Transplantation of islets of Langerhans is an attractive treatment for type I diabetes. However, human donor shortages, graft failure, and the necessity for life-long immunosuppression therapy are some of the issues affecting this therapy. Porcine islets have shown promise as an alternative islet supply to alleviate donor shortages but immunosuppression therapy is still necessary. It has been recognized that the encapsulation of living cells with permselective membranes could dramatically improve the viability of transplantation through immunoisolation and decrease the need for immunosuppression therapy. The ideal permselective membrane would simultaneously protect the cell from immunological attack, efficiently transport nutrients, and rapidly release therapeutic cell metabolites (e.g., insulin). Living cell encapsulation (e.g., islet) has included use of biopolymers (i.e. alginate, agarose), polyelectrolyte multilayers, silica sol-gels, poly (ethylene glycol) (PEG), and composites of these materials. However, many of the techniques lack pore size control and greatly increase the total volume of the transplanted graft. In this study, we first show the benign synthesis of small, fluorescent, and monodispersed silica nanoparticles with tunable surface potential. The relatively low cytotoxicity of silica nanoparticles has enabled their use in multiple biological applications.
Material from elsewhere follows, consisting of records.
/// A text file of the tree: path from the root with forward slashes, and its text.
struct File {
    path: String,
    text: String,
}

impl File {
    fn planted(path: &str, text: &str) -> File {
        File { path: path.to_owned(), text: text.to_owned() }
    }

    /// The module of `src/` that the file belongs to: `heat` for `src/heat/grid.rs` and for `src/heat.rs`.
    fn module(&self) -> Option<&str> {
        let rest = self.path.strip_prefix("src/")?;
        Some(rest.split('/').next().unwrap_or(rest).trim_end_matches(".rs"))
    }

    fn is_rust(&self) -> bool {
        self.path.ends_with(".rs")
    }

    /// Code lines with their numbers, comments cut off (a `//` after a colon is part of an address).
    fn code(&self) -> impl Iterator<Item = (usize, &str)> {
        self.text.lines().enumerate().map(|(i, line)| {
            let cut = line.match_indices("//").map(|(at, _)| at).find(|&at| !line[..at].ends_with(':'));
            (i + 1, &line[..cut.unwrap_or(line.len())])
        })
    }
}

fn root() -> &'static Path {
    Path::new(env!("CARGO_MANIFEST_DIR"))
}

fn walk(folder: &Path, into: &mut Vec<PathBuf>) {
    let mut entries: Vec<_> =
        fs::read_dir(folder).expect("readable folder").map(|e| e.expect("entry").path()).collect();
    entries.sort();
    for path in entries {
        let name = path.file_name().expect("named").to_string_lossy().into_owned();
        match path.is_dir() {
            true if name.starts_with("__") || name == ".venv" => {}
            true => walk(&path, into),
            false => into.push(path),
        }
    }
}

/// Text files under the given top-level names whose extension is one of `extensions` (`""` is none).
fn files(tops: &[&str], extensions: &[&str]) -> Vec<File> {
    let mut paths = Vec::new();
    for top in tops {
        let path = root().join(top);
        match path.is_dir() {
            true => walk(&path, &mut paths),
            false if path.exists() => paths.push(path),
            false => {}
        }
    }
    let wanted = |p: &PathBuf| extensions.contains(&p.extension().map_or("", |e| e.to_str().unwrap_or("?")));
    let found: Vec<File> = paths
        .into_iter()
        .filter(wanted)
        .map(|p| File {
            path: p.strip_prefix(root()).expect("under the root").to_string_lossy().replace('\\', "/"),
            text: String::from_utf8_lossy(&fs::read(&p).expect("readable file")).into_owned(),
        })
        .collect();
    assert!(!found.is_empty(), "no file with {extensions:?} under {tops:?}: the rule would hold nothing");
    found
}

fn sources() -> Vec<File> {
    files(&["src"], &["rs"])
}

/// True where `word` stands in `line` with no letter, digit or underscore on either side.
fn has_word(line: &str, word: &str) -> bool {
    let part = |c: Option<char>| c.is_some_and(|c| c.is_alphanumeric() || c == '_');
    let edge = |c: Option<char>| part(c);
    line.match_indices(word).any(|(at, _)| {
        let before = part(word.chars().next()) && edge(line[..at].chars().next_back());
        let after = part(word.chars().next_back()) && edge(line[at + word.len()..].chars().next());
        !before && !after
    })
}

/// Where any of `words` stands in the code of a file that `applies`.
fn words_in_code(files: &[File], applies: impl Fn(&File) -> bool, words: &[&str]) -> Vec<String> {
    let mut found = Vec::new();
    for file in files.iter().filter(|f| f.is_rust() && applies(f)) {
        for (number, line) in file.code() {
            for word in words.iter().filter(|w| has_word(line, w)) {
                found.push(format!("{}:{number}: {word}", file.path));
            }
        }
    }
    found
}

/// Plants one fault that the rule must find, then holds the tree to the rule.
fn hold(rule: impl Fn(&[File]) -> Vec<String>, planted: File, tree: &[File], help: &str) {
    assert_eq!(rule(&[planted]).len(), 1, "the rule does not find the fault planted for it: {help}");
    let found = rule(tree);
    assert!(found.is_empty(), "{help}\n  {}", found.join("\n  "));
}

fn is_physics(file: &File) -> bool {
    file.module().is_some_and(|m| PHYSICS.contains(&m))
}

#[test]
fn physics_prints_nothing_and_knows_no_file_or_format() {
    let words =
        ["println!", "eprintln!", "print!", "eprint!", "std::fs", "fs::", "geojson::", "use geojson", "serde_json"];
    hold(
        |f| words_in_code(f, is_physics, &words),
        File::planted("src/heat/grid.rs", "let x = 1;\nserde_json::to_string(&x);\n"),
        &sources(),
        "these modules compute and nothing else; read in src/input, write in src/output, print in src/cli:",
    );
}

#[test]
fn every_module_opens_with_its_doc() {
    let rule = |files: &[File]| {
        let opens = |f: &&File| !f.text.trim_start_matches('\u{feff}').starts_with("//!");
        files.iter().filter(opens).map(|f| f.path.clone()).collect::<Vec<_>>()
    };
    let tree = files(&["src", "tests"], &["rs"]);
    hold(
        rule,
        File::planted("src/a.rs", "use std::fmt;\n"),
        &tree,
        "open each module with `//!` and what it computes:",
    );
}

#[test]
fn no_file_is_too_long() {
    let rule = |files: &[File]| {
        let long = |f: &&File| f.text.lines().count() > LINES_MAX;
        files.iter().filter(long).map(|f| format!("{}: {} lines", f.path, f.text.lines().count())).collect::<Vec<_>>()
    };
    let tree = files(&["src", "tests"], &["rs", "py", "sh", "html", "js", "css"]);
    let planted = File::planted("src/a.rs", &"\n".repeat(LINES_MAX + 1));
    hold(rule, planted, &tree, &format!("split files over {LINES_MAX} lines by what they are about:"));
}

/// Names at the top level that are neither agreed, nor dotfiles, nor ignored by `.gitignore` (`/name`).
fn top_level_faults(names: &BTreeSet<String>, ignored: &BTreeSet<String>) -> Vec<String> {
    let agreed: BTreeSet<String> = TOP_LEVEL.iter().map(|s| (*s).to_owned()).collect();
    let extra = names.iter().filter(|n| !agreed.contains(*n) && !ignored.contains(*n) && !n.starts_with('.'));
    let missing = agreed.iter().filter(|n| !names.contains(*n));
    extra.map(|n| format!("{n} should not be here")).chain(missing.map(|n| format!("{n} is missing"))).collect()
}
By tuning the surface potential of the silica nanoparticles to a positive charge, we show that the particles are able to assemble on the surface of living cell membranes by simple adsorption. Utilizing layer-by-layer deposition, the particles are controllably assembled on the cell surface to build a thin nanoparticle membrane. Confocal and electron microscopy characterize the deposition of the nanoparticles on the surface of the cells and illustrate that, although the surface of the cell is dynamic and complex, the silica nanoparticles are deposited in a tunable and predictable fashion. The encapsulation protocol was shown to exhibit limited toxicity towards the cells, determined by a MTT viability assay. These findings highlight the potential of these nanoparticles for living cell encapsulation.